Items from a dataset
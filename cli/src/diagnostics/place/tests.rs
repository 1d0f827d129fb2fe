use super::*;

#[test]
fn positions_count_characters_from_one() {
    let text = "a = 1\nÜber = [2,\n3]\n";
    assert_eq!(position(text, 0), Position { line: 1, column: 1 });
    let two = text.find('2').unwrap();
    assert_eq!(position(text, two), Position { line: 2, column: 9 });
    assert_eq!(position(text, text.len() + 50), Position { line: 4, column: 1 });
}

#[test]
fn control_characters_never_reach_the_terminal() {
    assert_eq!(clean("a\u{1b}[31mb\u{202e}c\td\r\n"), "a[31mbc d  ");
    let text = "x = \"\u{1b}[2J\"";
    let shown = excerpt(text, 4, text.len());
    assert!(!shown.text.contains('\u{1b}'));
    assert_eq!(&shown.text[shown.from..shown.to], "\"\u{fffd}[2J\"");
}

#[test]
fn a_long_line_is_cut_around_its_place() {
    let text = format!("{}BAD{}", "é".repeat(5000), "z".repeat(5000));
    let shown = excerpt(&text, 10_000, 10_003);
    assert!(shown.text.chars().count() < 300);
    assert_eq!(&shown.text[shown.from..shown.to], "BAD");
    assert_eq!(shown.position, Position { line: 1, column: 5001 });
}

#[test]
fn an_excerpt_ends_with_its_line() {
    let shown = excerpt("a\nbc = [\n1,\n2]\n", 7, 13);
    assert_eq!(shown.text, "bc = [");
    assert_eq!(&shown.text[shown.from..shown.to], "[");
}
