// TestCaseGivesBackCrowding: with crowding, the simulated growth at each
// abundance is that of the rates matched (to sampling error), which lies near
// the fitted curve and crosses 0 at the fitted K; averaged over the counts, its
// variance is the fitted one.
func TestCaseGivesBackCrowding(t *testing.T) {
	r := invented(t, 450)
	model := r.Model(RickerModel)
	if model.Refused != "" {
		t.Fatal(model.Refused)
	}
	for _, breeding := range []string{"pulse", "flow"} {
		w, err := r.Case(CaseOptions{Breeding: breeding, Survival: 0.7, Split: 0.5, Model: RickerModel})
		if err != nil {
			t.Fatal(err)
		}
		if w.Off > model.ResidualSD/4 {
			t.Errorf("%s: the case lies %g from the curve", breeding, w.Off)
		}
		tg := r.target(model, CaseOptions{Breeding: breeding, Split: 0.5})
		tg.survival = 0.7
		m, err := r.matchBest(model, tg)
		if err != nil {
			t.Fatal(err)
		}
		variance := 0.0
		points := m.points()
		for _, n := range points {
			_, v, _, _ := m.moments(n)
			variance += (v + m.demographic(n)/n) / float64(len(points))
		}
		// The points are ten of the counts, the demographic part is over all.
		agreeTo(t, breeding+" variance over the counts", variance, w.Variance, 0.01)
		for _, n := range []float64{250, math.Round(m.capacity), 600} {
			g, v, _, _ := m.moments(n)
			x := firstYear(t, w.Entries, n)
			want := g - m.demographic(n)/(2*n)
			if !(math.Abs(want-model.At(n)) <= 3*w.Off+1e-3) {
				t.Errorf("%s at %g: matched %g, fitted %g", breeding, n, want, model.At(n))
			}
			// Seven nodes of weather and four steps of the mean path are good to
			// about 1e-4 of growth: a tenth of the sampling error allowed here.
			if breeding == "pulse" || n == math.Round(m.capacity) {
				sd := deviation(x)
				if z := (mean(x) - want) / (sd / math.Sqrt(float64(len(x)))); !(math.Abs(z) < 5.73) {
					t.Errorf("%s at %g: mean log growth %.5g, matched %.5g (%.1f standard errors)", breeding, n, mean(x), want, z)
				}
			}
			if breeding == "pulse" {
				holdMoments(t, fmt.Sprintf("%s at %g", breeding, n), x, want, v+pulseDemography(m, n))
			}
		}
	}
}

## Exercise brief
Once you have read the data above, print all of it again exactly.

## Task answer
filename cli/src/diagnostics/place/tests.rs
repository 1d0f827d129fb2fe
use super::*;

#[test]
fn positions_count_characters_from_one() {
    let text = "a = 1\nÜber = [2,\n3]\n";
    assert_eq!(position(text, 0), Position { line: 1, column: 1 });
    let two = text.find('2').unwrap();
    assert_eq!(position(text, two), Position { line: 2, column: 9 });
    assert_eq!(position(text, text.len() + 50), Position { line: 4, column: 1 });
}

#[test]
fn control_characters_never_reach_the_terminal() {
    assert_eq!(clean("a\u{1b}[31mb\u{202e}c\td\r\n"), "a[31mbc d  ");
    let text = "x = \"\u{1b}[2J\"";
    let shown = excerpt(text, 4, text.len());
    assert!(!shown.text.contains('\u{1b}'));
    assert_eq!(&shown.text[shown.from..shown.to], "\"\u{fffd}[2J\"");
}

#[test]
fn a_long_line_is_cut_around_its_place() {
    let text = format!("{}BAD{}", "é".repeat(5000), "z".repeat(5000));
    let shown = excerpt(&text, 10_000, 10_003);
    assert!(shown.text.chars().count() < 300);
    assert_eq!(&shown.text[shown.from..shown.to], "BAD");
    assert_eq!(shown.position, Position { line: 1, column: 5001 });
}

#[test]
fn an_excerpt_ends_with_its_line() {
    let shown = excerpt("a\nbc = [\n1,\n2]\n", 7, 13);
    assert_eq!(shown.text, "bc = [");
    assert_eq!(&shown.text[shown.from..shown.to], "[");
}
// TestCaseGivesBackCrowding: with crowding, the simulated growth at each
// abundance is that of the rates matched (to sampling error), which lies near
// the fitted curve and crosses 0 at the fitted K; averaged over the counts, its
// variance is the fitted one.
func TestCaseGivesBackCrowding(t *testing.T) {
	r := invented(t, 450)
	model := r.Model(RickerModel)
	if model.Refused != "" {
		t.Fatal(model.Refused)
	}
	for _, breeding := range []string{"pulse", "flow"} {
		w, err := r.Case(CaseOptions{Breeding: breeding, Survival: 0.7, Split: 0.5, Model: RickerModel})
		if err != nil {
			t.Fatal(err)
		}
		if w.Off > model.ResidualSD/4 {
			t.Errorf("%s: the case lies %g from the curve", breeding, w.Off)
		}
		tg := r.target(model, CaseOptions{Breeding: breeding, Split: 0.5})
		tg.survival = 0.7
		m, err := r.matchBest(model, tg)
		if err != nil {
			t.Fatal(err)
		}
		variance := 0.0
		points := m.points()
		for _, n := range points {
			_, v, _, _ := m.moments(n)
			variance += (v + m.demographic(n)/n) / float64(len(points))
		}
		// The points are ten of the counts, the demographic part is over all.
		agreeTo(t, breeding+" variance over the counts", variance, w.Variance, 0.01)
		for _, n := range []float64{250, math.Round(m.capacity), 600} {
			g, v, _, _ := m.moments(n)
			x := firstYear(t, w.Entries, n)
			want := g - m.demographic(n)/(2*n)
			if !(math.Abs(want-model.At(n)) <= 3*w.Off+1e-3) {
				t.Errorf("%s at %g: matched %g, fitted %g", breeding, n, want, model.At(n))
			}
			// Seven nodes of weather and four steps of the mean path are good to
			// about 1e-4 of growth: a tenth of the sampling error allowed here.
			if breeding == "pulse" || n == math.Round(m.capacity) {
				sd := deviation(x)
				if z := (mean(x) - want) / (sd / math.Sqrt(float64(len(x)))); !(math.Abs(z) < 5.73) {
					t.Errorf("%s at %g: mean log growth %.5g, matched %.5g (%.1f standard errors)", breeding, n, mean(x), want, z)
				}
			}
			if breeding == "pulse" {
				holdMoments(t, fmt.Sprintf("%s at %g", breeding, n), x, want, v+pulseDemography(m, n))
			}
		}
	}
}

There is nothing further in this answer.